[Records excerpted from a collection]
◇ ◇ ◇ ◇

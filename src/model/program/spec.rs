//! How a model program is run.

use std::path::Path;
use std::path::PathBuf;
use std::process::Command;
use std::time::Duration;

/// How points and answers are written.
#[derive(Debug, Clone, Copy, PartialEq, Eq)]
pub enum ProgramFormat {
    /// A line a point, decimal numbers separated by spaces, an empty line after every batch.
    Text,
    /// Little-endian: the number of points as `u64`, then the values of all points as `f64`; answers as `f64`.
    F64,
}

/// A program that answers points, one process a worker.
#[derive(Debug, Clone, PartialEq)]
pub struct ProgramSpec {
    /// The program and its arguments; no shell. A program with a slash in it is looked for from `folder`.
    pub run: Vec<String>,
    /// Where it is started.
    pub folder: PathBuf,
    /// Names of the values of a point, in order.
    pub takes: Vec<String>,
    /// Values of an answer, derivatives not counted.
    pub n_outputs: usize,
    /// Processes at once, at least one.
    pub workers: usize,
    /// Most points in a batch; none: chosen by the program's pace.
    pub batch: Option<usize>,
    /// Longest wait without any answer; none waits for ever.
    pub timeout: Option<Duration>,
    /// How often an unanswered point is asked in all, at least once.
    pub tries: u32,
    /// How points and answers are written.
    pub format: ProgramFormat,
    /// Whether an answer is one value and its derivatives with respect to every value of the point.
    pub gradient: bool,
}

impl ProgramSpec {
    /// Seconds without an answer after which a worker hangs, unless told otherwise.
    pub const TIMEOUT: Duration = Duration::from_secs(60);
    /// Tries of a point, unless told otherwise.
    pub const TRIES: u32 = 3;

    /// A program with the usual settings: text, a worker a core, a minute of patience, three tries.
    #[must_use]
    pub fn new(run: &[&str], folder: &Path, takes: &[&str], n_outputs: usize) -> Self {
        Self {
            run: run.iter().map(|&part| part.to_owned()).collect(),
            folder: folder.to_path_buf(),
            takes: takes.iter().map(|&name| name.to_owned()).collect(),
            n_outputs,
            workers: cores(),
            batch: None,
            timeout: Some(Self::TIMEOUT),
            tries: Self::TRIES,
            format: ProgramFormat::Text,
            gradient: false,
        }
    }

    /// Values of a point.
    pub(crate) fn n_inputs(&self) -> usize {
        self.takes.len()
    }

    /// Numbers of one answer, derivatives included.
    pub(crate) fn width(&self) -> usize {
        if self.gradient { 1 + self.n_inputs() } else { self.n_outputs }
    }

    /// The command, ready to be started.
    pub(crate) fn command(&self) -> Command {
        let program = self.run.first().map_or("", String::as_str);
        let mut command = if program.contains('/') {
            // With another working folder it would not be said from where a relative path is meant.
            let path = self.folder.join(program);
            Command::new(std::path::absolute(&path).unwrap_or(path))
        } else {
            Command::new(program)
        };
        command.args(self.run.iter().skip(1));
        if !self.folder.as_os_str().is_empty() {
            command.current_dir(&self.folder);
        }
        command
    }

    /// A point in natural units: `inflow = 62.5, gate_level = 3`.
    pub(crate) fn named(&self, point: &[f64]) -> String {
        let each =
            self.takes.iter().zip(point).map(|(name, value)| format!("{name} = {}", super::protocol::decimal(*value)));
        each.collect::<Vec<_>>().join(", ")
    }

    /// A line for a shell that asks the program for one point.
    pub(crate) fn reproduction(&self, point: &[f64]) -> String {
        let program: Vec<String> = self.run.iter().map(|part| quoted(part)).collect();
        let asked = match self.format {
            ProgramFormat::Text => {
                let values: Vec<String> = point.iter().map(|value| super::protocol::decimal(*value)).collect();
                format!("echo \"{}\" | {}", values.join(" "), program.join(" "))
            }
            ProgramFormat::F64 => {
                let bytes: String =
                    super::protocol::f64_batch(point, point.len()).iter().map(|byte| format!("\\{byte:03o}")).collect();
                format!("printf '{bytes}' | {} | od -A n -t f8", program.join(" "))
            }
        };
        if self.folder.as_os_str().is_empty() {
            asked
        } else {
            format!("(cd {} && {asked})", quoted(&self.folder.display().to_string()))
        }
    }
}

/// Cores of this machine.
pub(crate) fn cores() -> usize {
    std::thread::available_parallelism().map_or(1, std::num::NonZero::get)
}

/// `text` as one word of a shell.
fn quoted(text: &str) -> String {
    let plain = !text.is_empty() && text.chars().all(|c| c.is_ascii_alphanumeric() || "-_./=+:,@%".contains(c));
    if plain { text.to_owned() } else { format!("'{}'", text.replace('\'', "'\\''")) }
}

#[cfg(test)]
mod tests {
    use super::*;

    #[test]
    fn a_point_can_be_asked_again_by_hand() {
        let mut spec = ProgramSpec::new(&["python3", "my tank.py"], Path::new("a/b"), &["inflow", "gate"], 1);
        assert_eq!(spec.reproduction(&[0.1, -3.0]), "(cd a/b && echo \"0.1 -3\" | python3 'my tank.py')");
        assert_eq!(spec.named(&[0.1, -3.0]), "inflow = 0.1, gate = -3");
        spec.format = ProgramFormat::F64;
        spec.folder = PathBuf::new();
        let wanted =
            "printf '\\001\\000\\000\\000\\000\\000\\000\\000\\000\\000\\000\\000\\000\\000\\360\\077' | python3";
        assert!(spec.reproduction(&[1.0]).starts_with(wanted), "{}", spec.reproduction(&[1.0]));
        assert_eq!(quoted("it's"), "'it'\\''s'");
    }
}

◇ ◇ ◇ ◇

Problem description :: Wherever a line in the records contains the word "started", copy that line.

Expected answer ::
    /// Where it is started.
    /// The command, ready to be started.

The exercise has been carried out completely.